Incidents included attacks on critical infrastructure, such as a breach at Kenya’s Urban Roads Authority (KURA) and on government databases, such as hacks of Nigeria’s National Bureau of Statistics (NBS).
 
According to it, BEC-related incidents also rose significantly, with 11 African nations accounting for the majority of BEC activity originating on the continent. In West Africa, BEC fraud has driven highly organised, multi-million-dollar criminal enterprises such as the transnational syndicate Black Axe.

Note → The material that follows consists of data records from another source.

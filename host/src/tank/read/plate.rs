//! The plate of a panel.

use super::field::{Range, field};
use super::section::Section;
use crate::plate::Edges;
use crate::tank::finding::Code;
use crate::tank::model::PanelPlate;
use crate::units::Quantity::{Length, Pressure};

const EDGES: [(&str, Edges); 3] =
    [("clamped", Edges::Clamped), ("supported", Edges::Supported), ("top free", Edges::TopFree)];

/// `plate = { thickness, allowable_stress, edges }` of a panel.
pub(super) fn panel(entry: &mut Section<'_>) -> Option<PanelPlate> {
    let mut plate = entry.table("plate", "{ thickness = \"12 mm\", .. }")?;
    let thickness = plate.need(field(
        "thickness",
        Length,
        Range::above(0.0, 0.2),
        "\"12 mm\", as measured or drawn",
    ));
    let allowance_stated = plate.item("corrosion_allowance").is_some();
    let allowance = plate.take(field(
        "corrosion_allowance",
        Length,
        Range::NOT_NEGATIVE,
        "\"1 mm\", kept for corrosion",
    ));
    let stress = plate.need(field(
        "allowable_stress",
        Pressure,
        Range::POSITIVE,
        "\"160 MPa\", in bending, by the design code",
    ));
    let edges = plate.need_choice(
        "edges",
        &EDGES,
        "\"clamped\", \"supported\" or \"top free\" (base and sides clamped)",
    );
    let modulus = plate.take(field(
        "elastic_modulus",
        Pressure,
        Range::above(1e8, 1e12),
        "\"200 GPa\", that of the material",
    ));
    let poisson_stated = plate.item("poisson_ratio").is_some();
    let poisson =
        plate.take_ratio("poisson_ratio", Range::between(0.0, 0.5), "0.3, that of the material");
    plate.finish();
    let thickness_m = thickness?;
    if let Some(allowance) = allowance.filter(|one| one.value >= thickness_m.value) {
        let message = "`corrosion_allowance` takes the whole thickness, nothing is left to carry";
        let hint = "give the thickness as measured, and the allowance that is kept of it";
        entry.report(Code::NoStrength, allowance.span, message, hint);
        return None;
    }
    if (allowance_stated && allowance.is_none()) || (poisson_stated && poisson.is_none()) {
        return None;
    }
    Some(PanelPlate {
        thickness_m,
        corrosion_allowance_m: allowance,
        allowable_stress_pa: stress?,
        edges: edges?,
        elastic_modulus_pa: modulus,
        poisson_ratio: poisson,
    })
}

The challenge of enforcement
WHILE noting that there are law enforcement challenges in Africa, Interpol noted that cybercrime continued to outpace the legal systems designed to stop it, according to African law enforcement. It stressed that 75 per cent of countries surveyed said their legal frameworks and prosecution capacity needed improvement.
 
The report noted that at the same time, countries also reported struggling to enforce the existing laws on cybercrime, with 95 per cent of respondents reporting inadequate training, resource constraints and a lack of access to specialised tools.
 
Despite rising caseloads, Interpol said most African member countries surveyed still lack essential IT infrastructure to combat cybercrime. Just 30 per cent of countries reported having an incident reporting system, 29 per cent a digital evidence repository and 19 per cent a cyber threat intelligence database.
 
In Nigeria, the Cybercrime Act was enacted in 2015 and was subsequently amended in 2024, but there is still the issue of weak enforcement and lack of technical expertise, misuse and abuse, poor inter-agency coordination, broad language and ambiguity, slow justice, as well as limited public awareness.

Tackling the menace going forward
TO effectively address the rising cyber-attack incidents in Nigeria, a multi-faceted approach is needed. This includes strengthening cybersecurity legislation, investing in advanced technologies, promoting public awareness, fostering local cybersecurity expertise, and enhancing collaboration between the public and private sectors.
 
A cybersecurity expert, Ademola Adekunle, said nations and organisations should embrace collaboration and information sharing on cyber breaches.
 
According to him, keeping silence on the part of organisations that had been attacked would not help others, stressing that full disclosure, synergy and information sharing on reported cyber-attacks and how it was managed would guide other organisations to put preventive and countermeasures in place.
 
He called on organisations to constantly upgrade their technology to counter cyber-attacks, urging them to have data backups.
 
Adekunle further emphasised the need to build cybersecurity intelligence quotient, which will comprise Augmented Intelligence to check what is happening on the system in real-time, Anticipatory Intelligence to analyse what could happen, and Assistive Intelligence to determine what needs to be done.